- Born: Lisa Fargey April 10, 1977 (age 48) Winnipeg, Manitoba, Canada

Team
- Curling club: Okotoks CC, Okotoks, AB

Curling career
- Hearts appearances: 1 (2017)
- Top CTRS ranking: 9th (2008–09)

= Lisa Eyamie =

Canadian curler

Lisa Eyamie (born April 10, 1977 in Winnipeg, Manitoba as Lisa Fargey) is a Canadian curler from Calgary, Alberta.

==Career==
Eyamie was a top junior curler in her native province of Manitoba. She played in six provincial junior championships and in five provincial mixed championships. In addition to that, Eyamie has curled in 4 Manitoba Scotties Tournament of Hearts and 3 Alberta Scotties Tournament of Hearts winning the 2017 Alberta Scotties Tournament of Hearts.

Eyamie left Manitoba in 2008 to play third for Heather Rankin's Calgary rink.
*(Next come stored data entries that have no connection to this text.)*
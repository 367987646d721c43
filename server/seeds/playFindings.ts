import { addDays, type Day } from '../../shared/days.ts'
import { database } from '../dataSource.ts'
import { Goal } from '../entities/Goal.ts'
import { addObservation } from '../services/writingObservations.ts'
import { createGoal, endGoal, rateGoal } from '../services/goals.ts'
import { addSample, removeSample } from '../services/samples.ts'
import type { DemoGoal, DemoObservation, DemoSample } from './demo/demoTypes.ts'
import type { StaffKey } from './demo/people.ts'
import { drawSample } from './drawSample.ts'
import { acting, idIn, storyOf, type Scene } from './playScene.ts'

export const playObservation = async (
  scene: Scene,
  number: number,
  observation: DemoObservation,
  on: Day,
): Promise<void> => {
  const { child: _child, observedDay: _day, by, ...details } = observation
  const { actor, access } = await acting(scene, number, by)
  await addObservation(actor, access, { ...details, observedOn: on }, null)
}

export const playSample = async (
  scene: Scene,
  number: number,
  { sample, index, on }: { sample: DemoSample; index: number; on: Day },
): Promise<void> => {
  const { actor, access } = await acting(scene, number, sample.by)
  const buffer = await (scene.drawings.get(sample) ?? drawSample(sample.drawing))
  scene.drawings.delete(sample)
  const file = { originalname: 'writing.png', mimetype: 'image/png', buffer }
  const id = await addSample(actor, access, { ...sample.details, takenOn: on }, file, null)
  storyOf(scene, number).sampleIds.set(index, id)
}

export const playSampleRemoval = async (
  scene: Scene,
  number: number,
  index: number,
  by: StaffKey,
): Promise<void> => {
  const { actor, access } = await acting(scene, number, by)
  await removeSample(actor, access, idIn(storyOf(scene, number).sampleIds, index))
}

export const playGoal = async (
  scene: Scene,
  number: number,
  { goal, index, demoToday }: { goal: DemoGoal; index: number; demoToday: Day },
): Promise<void> => {
  const { actor, access } = await acting(scene, number, goal.by)
  const { targetDay, ...details } = goal.details
  const id = await createGoal(actor, access, { ...details, targetOn: addDays(demoToday, targetDay) }, null)
  storyOf(scene, number).goalIds.set(index, id)
}

export const playRating = async (
  scene: Scene,
  number: number,
  { index, rating, by, on }: { index: number; rating: DemoGoal['ratings'][number]; by: StaffKey; on: Day },
): Promise<void> => {
  const { actor, access } = await acting(scene, number, by)
  const goalId = idIn(storyOf(scene, number).goalIds, index)
  await rateGoal(actor, access, goalId, { level: rating.level, ratedOn: on, note: rating.note }, null)
}

export const playGoalEnd = async (
  scene: Scene,
  number: number,
  {
    index,
    by,
    outcome,
    reason,
  }: { index: number; by: StaffKey; outcome: 'finished' | 'set_aside'; reason: string },
): Promise<void> => {
  const { actor, access } = await acting(scene, number, by)
  const goalId = idIn(storyOf(scene, number).goalIds, index)
  const { version } = await database().manager.findOneByOrFail(Goal, { id: goalId })
  await endGoal(actor, access, goalId, version, { outcome, reason })
}
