import type { Point } from './strokeFont.ts'

/** A made-up piece of a child's writing. Lengths in millimetres on paper, angles in degrees. */
export interface SampleDrawing {
  seed: number
  /** Lower-case text; for the right-to-left shapes only the lengths of its words matter. */
  text: string
  /** Lean of the upright strokes: positive to the right, negative to the left. */
  slantDegrees: number
  xHeightMm: number
  /** Unevenness of line, size and spacing: 0 is a machine, 1 is a very shaky hand. */
  jitter: number
  /** How far the writing sinks below the ruled line over 100 mm; negative when it climbs. */
  driftMm: number
  smudge: 'none' | 'light' | 'heavy'
  /** How many letters are turned round. */
  mirroredLetters: number
  script: 'latin' | 'right_to_left_shapes'
  widthMm: number
  heightMm: number
  lineSpacingMm: number
}

/** A scanner's usual setting; the picture carries it, so that its scale is known. */
export const sampleDpi = 200
export const samplePixelsPerMm = sampleDpi / 25.4

/** Free paper left of the writing, and above the first ruled line. */
export const paperMargins = { leftMm: 22, rightMm: 10, topMm: 18 }

/** One pencil stroke on the page, in millimetres from the top left corner, with how hard the pencil was pressed. */
export interface Stroke {
  points: Point[]
  pressure: number
}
The team qualified for the 2009 Olympic Pre-Trials finishing with a 1-3 record.

Eyamie left the Rankin rink in 2010 to skip her own team.
In 2016 Eyamie joined Shannon Kliebrink's team
In 2017 they won the 2017 Alberta Scotties Tournament of Hearts and went on to represent Alberta at the 2017 Scotties Tournament of Hearts. They finished 5-6.

==Personal life==
Eyamie attended high school at Collège Louis-Riel and is a graduate of the University of Manitoba, where she took management. After growing up in Winnipeg, she moved to the United States in the mid-2000s before settling in Calgary in 2008. She works as a director for Long View Systems. She is married and has two children.